The sample line provided above, for example, should produce the following dictionary:
{'DATE': '1948-01-01', 'TMAX': 51.0, 'PRCP': 0.47, 'TMIN': 42.0, 'RAIN': 'TRUE'}
We won’t show you the whole result of testing this function, but here are some things you can try:
>>> dataset = read_dataset('rain.txt') >>> len(dataset) => 25548 >>> dataset[0] => {'DATE': '1948-01-01', 'TMAX': 51.0, 'PRCP': 0.47, 'TMIN': 42.0, 'RAIN': 'TRUE'}
Again, here’s the file for you to read in: rain.txtLinks to an external site. Download rain.txtLinks to an external site.
3. Majority vote
Very simply, a k-Nearest Neighbor (or kNN) algorithm looks at the classes assigned to the k points closest to the query point, and says that the query point has the same label as most of its neighbors (in this case, whether it was raining or not). This function takes in a list of those neighbors, and returns the string representing whether it’s raining or not. (Note: this function does not return a boolean! Booleans in Python look like True
or False
. We want all-caps.)
If a tie occurs, default to ‘TRUE’ as your answer. This is Seattle, after all.
>>> majority_vote([{'DATE': '2015-08-12', 'TMAX': 83.0, 'PRCP': 0.3, 'TMIN': 62.0, 'RAIN': 'TRUE'}, {'DATE': '2014-05-19', 'TMAX': 70.0, 'PRCP': 0.0, 'TMIN': 50.0, 'RAIN': 'FALSE'}, {'DATE': '2014-12-05', 'TMAX': 55.0, 'PRCP': 0.12, 'TMIN': 44.0, 'RAIN': 'TRUE'}, {'DATE': '1954-09-08', 'TMAX': 71.0, 'PRCP': 0.02, 'TMIN': 55.0, 'RAIN': 'TRUE'}, {'DATE': '2014-08-27', 'TMAX': 84.0, 'PRCP': 0.0, 'TMIN': 61.0, 'RAIN': 'FALSE'}]) => 'TRUE'
4. k-Nearest Neighbors
In this function, you’ll be given the path to a correctly-formatted file (to read using your function), a test point dictionary that contains all of the same keys (except the label ‘RAIN’), and the value of k indicating how many neighbors to select.

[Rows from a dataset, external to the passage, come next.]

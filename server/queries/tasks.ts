import type { z } from "zod";
import type { TaskLevelView, TaskView } from "../../shared/schemas/task";
import { row, rows } from "../lib/db";
import { type Actor, visible } from "../lib/policy";
import { programmePolicy } from "../policies";

type LevelView = z.infer<typeof TaskLevelView>;
export type TaskRow = Omit<TaskView, "can" | "level">;
export type TaskLevelRow = Omit<LevelView, "peak" | "createdAt"> & {
  taskId: string;
  isInForce: boolean;
  peakDb: number | null;
  peakWeighting: "A" | "C" | "Z" | null;
  createdAt: Date;
};

export async function listTasks(
  actor: Actor,
  { id = null, siteId = null }: { id?: string | null; siteId?: string | null },
): Promise<TaskRow[]> {
  return rows<TaskRow>(
    `SELECT t.id, t.site_id AS "siteId", t.area_id AS "areaId", t.name, t.required_gear AS "requiredGear", t.is_archived AS "isArchived", t.revision,
       a.name AS "areaName", coalesce(a.zone, 'none') AS zone
     FROM tasks t LEFT JOIN areas a ON a.id = t.area_id WHERE ${visible(programmePolicy, actor, "t")}
       AND (CAST(:id AS uuid) IS NULL OR t.id = :id) AND (CAST(:siteId AS uuid) IS NULL OR t.site_id = :siteId)
     ORDER BY t.is_archived, t.name, t.id`,
    { id, siteId },
  );
}

/** Levels of these tasks, the latest first: all, or only those in force on their site's today. */
export async function listTaskLevels(
  taskIds: readonly string[],
  which: "all" | "in-force",
): Promise<TaskLevelRow[]> {
  if (taskIds.length === 0) return [];
  return rows<TaskLevelRow>(
    `SELECT * FROM (
       SELECT l.id, l.task_id AS "taskId", l.number, l.effective_from::text AS "effectiveFrom", l.metric, l.level_db AS "levelDb",
         l.lc_minus_la_db AS "lcMinusLaDb", l.octave_bands_db AS "octaveBandsDb", l.las_max_db AS "lasMaxDb", l.peak_db AS "peakDb",
         l.peak_weighting AS "peakWeighting", l.samples_db AS "samplesDb", l.instrument_class AS instrument, l.grade,
         l.source_note AS "sourceNote", l.reason, u.name AS "authorName", l.created_at AS "createdAt",
         l.survey_id AS "surveyId", y.name AS "surveyName", l.recording_id AS "recordingId", c.file_name AS "recordingName", l.strategy, l.kept_reasons AS "keptReasons",
         l.impulse_type AS "impulseType", l.spectrum_of_number AS "spectrumOfNumber",
         coalesce((SELECT json_agg(json_build_object('runId', p.run_id, 'date', r.date::text, 'levelDb', p.level_db, 'fromS', p.from_s, 'toS', p.to_s)
           ORDER BY p.position) FROM task_level_samples p JOIN runs r ON r.id = p.run_id WHERE p.task_level_id = l.id), '[]') AS samples,
         l.id IS NOT DISTINCT FROM (
           SELECT f.id FROM task_levels f
           WHERE f.task_id = l.task_id AND f.effective_from <= (now() AT TIME ZONE s.time_zone)::date
           ORDER BY f.effective_from DESC, f.number DESC LIMIT 1) AS "isInForce"
       FROM task_levels l JOIN tasks t ON t.id = l.task_id JOIN sites s ON s.id = t.site_id LEFT JOIN users u ON u.id = l.author_id
         LEFT JOIN surveys y ON y.id = l.survey_id LEFT JOIN recordings c ON c.id = l.recording_id
       WHERE l.task_id IN (:taskIds)) level
     WHERE :all OR level."isInForce"
     ORDER BY level."effectiveFrom" DESC, level.number DESC`,
    { taskIds, all: which === "all" },
  );
}

/** The level of a task on a date, with each sample's run revision. */
export async function levelInForce(taskId: string, date: string) {
  type Own = Pick<
    TaskLevelRow,
    | "metric"
    | "levelDb"
    | "lasMaxDb"
    | "samplesDb"
    | "instrument"
    | "grade"
    | "sourceNote"
    | "surveyId"
    | "strategy"
    | "keptReasons"
  > & {
    peak: LevelView["peak"];
    samples: {
      runId: string;
      runRevisionId: string;
      fromS: number | null;
      toS: number | null;
      levelDb: number;
    }[];
  };
  return row<Own>(
    `SELECT l.metric, l.level_db AS "levelDb", l.las_max_db AS "lasMaxDb", l.samples_db AS "samplesDb", l.instrument_class AS instrument,
       l.grade, l.source_note AS "sourceNote", l.survey_id AS "surveyId", l.strategy, l.kept_reasons AS "keptReasons",
       CASE WHEN l.peak_db IS NOT NULL THEN json_build_object('levelDb', l.peak_db, 'weighting', l.peak_weighting) END AS peak,
       coalesce((SELECT json_agg(json_build_object('runId', p.run_id, 'runRevisionId', p.run_revision_id, 'levelDb', p.level_db, 'fromS', p.from_s, 'toS', p.to_s)
         ORDER BY p.position) FROM task_level_samples p WHERE p.task_level_id = l.id), '[]') AS samples
     FROM task_levels l WHERE l.task_id = :taskId AND l.effective_from <= CAST(:date AS date)
     ORDER BY l.effective_from DESC, l.number DESC LIMIT 1`,
    { taskId, date },
  );
}

/** How many shifts, as they stand, name the task. */
export async function countShiftsWithTask(taskId: string): Promise<number> {
  const found = await row<{ count: number }>(
    `SELECT count(*)::int AS count FROM shift_tasks t
     JOIN shifts s ON s.id = t.shift_id AND s.current_revision_id = t.shift_revision_id AND NOT s.is_void
     WHERE t.task_id = :taskId`,
    { taskId },
  );
  return found?.count ?? 0;
}
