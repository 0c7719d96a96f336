import { type Bar, barToIssue, barToTrial } from "../../shared/acoustics/protection/barred";
import type { Offer } from "../../shared/acoustics/protection/choose-protector";
import type { AssignmentInput } from "../../shared/schemas/worker";
import { todayAt } from "../lib/calendar";
import { groupBy } from "../lib/group-by";
import type { Actor } from "../lib/policy";
import { Site } from "../models/site";
import type { Worker } from "../models/worker";
import { cannotWear } from "./cannot-wear";
import { deskChoice } from "./fitting-desk";
import { type ChoiceSubject, choiceFor } from "./protector-choice";
import { fitsOf, offersAt, pairsOf } from "./register-offers";
import { rulesOn } from "./site-settings";
import { workerNoise } from "./worker-noise";

/** What stands against trying a device on a worker, and against handing it out, by the worker's own noise. */
export async function barsAtDesk(
  actor: Actor,
  worker: Worker,
  modelId: string,
): Promise<{ trial: Bar | null; issue: Bar | null }> {
  const date = await todayOf(worker.siteId);
  if (!(await rulesOn(worker.siteId, date))) return { trial: null, issue: null };
  const noise = await workerNoise(worker, date);
  const { singles } = await deskChoice(actor, worker, noise, date);
  const device = singles.find((one) => one.modelId === modelId);
  if (!device) return { trial: null, issue: null };
  return { trial: barToTrial(device), issue: barToIssue(device, singles) };
}

type Given = Pick<AssignmentInput, "taskId" | "areaId" | "innerModelId" | "outerModelId">;

/**
 * By worker what stands against giving them a device, or two, for a use: judged as it is chosen, by the task or by the
 * nominal day of each one's job. For an area only what is worn beside it counts.
 */
export async function barsToGiving(
  actor: Actor,
  workers: readonly Worker[],
  given: Given,
): Promise<Map<string, Bar>> {
  const bars = new Map<string, Bar>();
  const { taskId, areaId } = given;
  const groups = groupBy(workers, ({ siteId, jobId }) => `${siteId} ${taskId ?? jobId ?? ""}`);
  for (const people of groups.values()) {
    const { siteId, jobId } = people[0]!;
    const subject: Subject | null =
      taskId !== null
        ? { kind: "task", id: taskId, siteId }
        : areaId === null && jobId !== null
          ? { kind: "job", id: jobId, siteId }
          : null;
    for (const [id, bar] of await barsOfGroup(actor, people, subject, given)) bars.set(id, bar);
  }
  return bars;
}

type Subject = Pick<ChoiceSubject, "kind" | "id" | "siteId">;

async function barsOfGroup(
  actor: Actor,
  people: readonly Worker[],
  subject: Subject | null,
  given: Given,
): Promise<[string, Bar][]> {
  const { siteId } = people[0]!;
  const date = await todayOf(siteId);
  const settings = await rulesOn(siteId, date);
  const singles = await offersAt(actor, siteId, date);
  const offer = await offered(singles, given, date);
  if (!offer) return [];
  const barred = await cannotWear(
    people.map(({ id }) => id),
    date,
  );
  if (!subject || !settings)
    return people.flatMap(({ id, wornGear }): [string, Bar][] => {
      const gear = wornGear.find((worn) => offer.worksWith[worn] === false);
      if (gear) return [[id, { code: "gear", gear }]];
      const isBarred = [offer.inner, offer.outer].some(
        (one) => one && barred.get(id)?.has(one.modelId),
      );
      return isBarred ? [[id, { code: "cannot-wear", gear: null }]] : [];
    });
  const choice = await choiceFor(actor, subject, date, settings);
  const all = choice.rank(singles, { wornGear: [], fits: new Map() });
  const fits = await fitsOf(
    people.map(({ id }) => id),
    date,
    settings.governing.protection,
  );
  return people.flatMap(({ id, wornGear }): [string, Bar][] => {
    const [device] = choice.rank([offer], {
      wornGear: [...choice.gear, ...wornGear],
      fits: fits.get(id) ?? new Map(),
      barredModelIds: barred.get(id),
    });
    const bar = device ? barToIssue(device, all) : null;
    return bar ? [[id, bar]] : [];
  });
}

/** One of the register's, or two of them worn together; undefined: not in use at this site. */
async function offered(
  singles: readonly Offer[],
  { innerModelId, outerModelId }: Given,
  date: string,
): Promise<Offer | undefined> {
  const isInner = ({ inner }: Offer) => inner.modelId === innerModelId;
  if (outerModelId === null) return singles.find(isInner);
  const two = singles.filter((one) => isInner(one) || one.inner.modelId === outerModelId);
  return (await pairsOf(two, date)).find(
    (one) => isInner(one) && one.outer?.modelId === outerModelId,
  );
}

const todayOf = async (siteId: string): Promise<string> =>
  todayAt((await Site.findByPk(siteId))?.timeZone ?? "UTC");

Find the closest k neighbors using your Euclidean distance, and return their majority vote on whether it’s raining or not in the test point.
>>> k_nearest_neighbors('rain.txt', {'DATE': '1948-01-01', 'TMAX': 51.0, 'PRCP': 0.47, 'TMIN': 42.0}, 2) => 'TRUE' >>> k_nearest_neighbors('rain.txt', {'DATE': '1948-01-01', 'TMAX': 51.0, 'PRCP': 0.00, 'TMIN': 42.0}, 2) => 'FALSE' >>> k_nearest_neighbors('rain.txt', {'DATE': '1948-01-01', 'TMAX': 51.0, 'PRCP': 0.00, 'TMIN': 42.0}, 10) => 'FALSE' >>> k_nearest_neighbors('rain.txt', {'DATE': '1948-01-01', 'TMAX': 51.0, 'PRCP': 0.05, 'TMIN': 42.0}, 10) => 'TRUE'
You may notice that you could take the ‘PRCP’ element, check whether it’s nonzero, and simply make your prediction on that. Very good: you’re right! This is actually a pretty trivial classification task. In practice, it’s sometimes better (and more accurate) to be less clever with your implementation. For the purposes of this assignment, though, pretend you’re an absent-minded data scientist or just trying to be Very Impressive. 😉
Submission
Please submit both p1_statespace.py and p1_weather.py at the same time so the TAs can grade you easily. You may submit more than once; unless you specify otherwise, we will grade your last submission.